Pomagają osobom uzależnionym w Puławach już od ćwierć wieku. Puławski MONAR świętuje dziś 25-lecie działalności na tym terenie. Ośrodek wspiera nie tylko uzależnionych od narkotyków, ale także np. od alkoholu i hazardu.
Narkomania w Puławach
– Początkowo sytuacja w Puławach pod względem narkomanii przerosła nasze oczekiwania – wspomina dyrektor puławskiej poradni Iwona Sztajner. – Dziennie do naszej placówki przychodziło po 30-40 osób, które potrzebowały pomocy. Z czasem rozpoznaliśmy to środowisko, potrzeby społeczeństwa Puław i stale musieliśmy zmieniać oraz dostosowywać swoje kwalifikacje do zmieniającego się rynku. Zmienił się obraz osoby uzależnionej, a to nie znaczy, że problemu nie ma.
Wiele nowych uzależnień
– Problem jest, ale zwiększa się świadomość na temat uzależnień – mówi Leszek Iwaniak, specjalista terapii uzależnień. – Przestaliśmy zamiatać problem pod dywan. Mówimy o dopalaczach, narkotykach i odurzeniach, ale nie jest to temat popularny i nie ma się czym chwalić. Jeśli chodzi o podniesienie świadomości to wreszcie będziemy otwarcie mówić o problemie, który nas dotyczy.

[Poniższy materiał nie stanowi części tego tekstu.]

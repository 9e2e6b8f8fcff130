// Bounded least squares for circuit currents.
// Rule: the solution satisfies the Karush–Kuhn–Tucker conditions of min |Ax-b|^2, lo <= x <= hi
// (common practice, no source): free variables have zero gradient, variables at a bound have a
// gradient pointing out of the box. Checked against brute force over all active sets.
#include <catch2/catch.hpp>

#include <cmath>
#include <random>

#include <Eigen/QR>

#include "coilwright/currents.hpp"

using coilwright::solve_bounded_least_squares;

namespace {

// Brute force: every assignment of {free, at lower, at upper} to each variable; keep the best
// feasible one.
double brute_force_best(const Eigen::MatrixXd& A, const Eigen::VectorXd& b, const Eigen::VectorXd& lo,
                        const Eigen::VectorXd& hi) {
  const int n = static_cast<int>(A.cols());
  int combos = 1;
  for (int i = 0; i < n; ++i) combos *= 3;
  double best = 1e300;
  for (int code = 0; code < combos; ++code) {
    Eigen::VectorXd x = Eigen::VectorXd::Zero(n);
    std::vector<int> free_idx;
    int c = code;
    for (int i = 0; i < n; ++i, c /= 3) {
      if (c % 3 == 0) free_idx.push_back(i);
      if (c % 3 == 1) x[i] = lo[i];
      if (c % 3 == 2) x[i] = hi[i];
    }
    Eigen::VectorXd rhs = b - A * x;
    if (!free_idx.empty()) {
      Eigen::MatrixXd Af(A.rows(), static_cast<Eigen::Index>(free_idx.size()));
      for (std::size_t k = 0; k < free_idx.size(); ++k) Af.col(static_cast<Eigen::Index>(k)) = A.col(free_idx[k]);
      const Eigen::VectorXd xf = Af.colPivHouseholderQr().solve(rhs);
      for (std::size_t k = 0; k < free_idx.size(); ++k) x[free_idx[k]] = xf[static_cast<Eigen::Index>(k)];
    }
    if (((x - lo).array() < -1e-12).any() || ((hi - x).array() < -1e-12).any()) continue;
    best = std::min(best, (A * x - b).norm());
  }
  return best;
}

}  // namespace

TEST_CASE("unconstrained optimum inside the bounds is returned unchanged", "[currents]") {
  Eigen::MatrixXd A(4, 2);
  A << 1, 0, 0, 1, 1, 1, 1, -1;
  const Eigen::VectorXd x_true = Eigen::Vector2d(0.3, -0.7);
  const Eigen::VectorXd b = A * x_true;
  const auto r = solve_bounded_least_squares(A, b, Eigen::Vector2d(-1, -1), Eigen::Vector2d(1, 1));
  CHECK((r.x - x_true).norm() < 1e-14);
  CHECK(r.residual_norm < 1e-14);
}

TEST_CASE("an active bound holds the variable at the bound", "[currents]") {
  Eigen::MatrixXd A = Eigen::MatrixXd::Identity(2, 2);
  const auto r = solve_bounded_least_squares(A, Eigen::Vector2d(5, -0.25), Eigen::Vector2d(-1, -1), Eigen::Vector2d(1, 1));
  CHECK(r.x[0] == Approx(1.0).margin(1e-15));
  CHECK(r.x[1] == Approx(-0.25).margin(1e-15));
}

TEST_CASE("random problems agree with brute force over active sets", "[currents]") {
  std::mt19937_64 rng(42);
  std::normal_distribution<double> g(0.0, 1.0);
  for (int trial = 0; trial < 200; ++trial) {
    const int n = 1 + trial % 4, m = 3 + trial % 7;
    Eigen::MatrixXd A(m, n);
    Eigen::VectorXd b(m), lo(n), hi(n);
    for (int i = 0; i < m; ++i) {
      b[i] = 3 * g(rng);
      for (int j = 0; j < n; ++j) A(i, j) = g(rng);
    }
    for (int j = 0; j < n; ++j) {
      lo[j] = -std::abs(g(rng));
      hi[j] = std::abs(g(rng));
    }
    const auto r = solve_bounded_least_squares(A, b, lo, hi);
    REQUIRE(((r.x - lo).array() >= -1e-15).all());
    REQUIRE(((hi - r.x).array() >= -1e-15).all());
    // Same optimal residual as brute force, to rounding (1e-10 relative: QR on well-conditioned 10x4 systems).
    CHECK(r.residual_norm == Approx(brute_force_best(A, b, lo, hi)).epsilon(1e-10).margin(1e-12));
  }
}

TEST_CASE("the normal equations agree with QR where accepted and refuse ill-conditioned columns", "[currents]") {
  // Two columns at a small angle theta: kappa = cot(theta/2) after equilibration, so the Gram
  // matrix's reciprocal condition number is tan(theta/2)^2 (accepted above kMinGramRcond).
  std::mt19937_64 rng(3);
  std::normal_distribution<double> g(0.0, 1.0);
  const int m = 500;
  Eigen::VectorXd u(m), v(m), b(m);
  for (int i = 0; i < m; ++i) u[i] = g(rng), v[i] = g(rng), b[i] = g(rng);
  v -= u * (u.dot(v) / u.squaredNorm());
  u.normalize();
  v.normalize();
  const Eigen::VectorXd lo = Eigen::Vector2d(-1e9, -1e9), hi = Eigen::Vector2d(1e9, 1e9);
  for (const double theta : {0.5, 1e-2, 3e-3, 1e-4, 1e-7}) {
    Eigen::MatrixXd A(m, 2);
    A.col(0) = 3.0 * u;
    A.col(1) = 0.01 * (std::cos(theta) * u + std::sin(theta) * v);
    coilwright::GramMatrix G = A.transpose() * A;
    coilwright::GramVector c = A.transpose() * b, x(2);
    const bool accepted = coilwright::solve_bounded_normal_equations(G, c, b.norm(), lo, hi, x);
    const double rcond = std::pow(std::tan(0.5 * theta), 2);
    CHECK(accepted == (rcond >= coilwright::kMinGramRcond));
    const Eigen::VectorXd qr = A.colPivHouseholderQr().solve(b);
    const auto r = solve_bounded_least_squares(A, b, lo, hi);
    // Either path: the currents to kappa^2 eps (normal equations; QR is better), with kappa
    // = cot(theta/2) <= 1e3 where accepted; the fitted values to kappa eps.
    const double kappa = 1.0 / std::tan(0.5 * theta);
    CHECK((r.x - qr).norm() <= 10.0 * kappa * kappa * 2.2e-16 * qr.norm());
    CHECK((A * r.x - A * qr).norm() <= 10.0 * kappa * 2.2e-16 * b.norm());
    if (accepted) CHECK((Eigen::VectorXd(x) - qr).norm() <= 10.0 * kappa * kappa * 2.2e-16 * qr.norm());
  }
}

Problemem są także nowe używki, z którymi stykają się terapeuci. – Są dodatkowe uzależnienia – behawioralne: hazard, nowe media, a także uzależnienie od alkoholu – dodaje Iwona Sztajner. – Stale musimy być na bieżąco.
Uzależnienie krzyżowe
Obecnie wielu pacjentów ma diagnozowane uzależnienie krzyżowe. – Np. od substancji psychoaktywnych i od alkoholu albo od substancji psychoaktywnych i uzależnień behawioralnych – wyjaśnia Sztajner. – Dodatkowo dochodzi podwójna diagnoza. Wielu naszych podopiecznych przychodzi z różnymi rodzajami zaburzeń i chorób psychicznych. W latach 90. nie było takiej skali tego problemu.
Podopiecznych puławskiego MONAR-u, którzy regularnie uczęszczają na terapię jest ponad 100. Placówka poprzez liczne akcje edukacyjne, np. w szkołach, pomaga znacznie większej liczbie osób.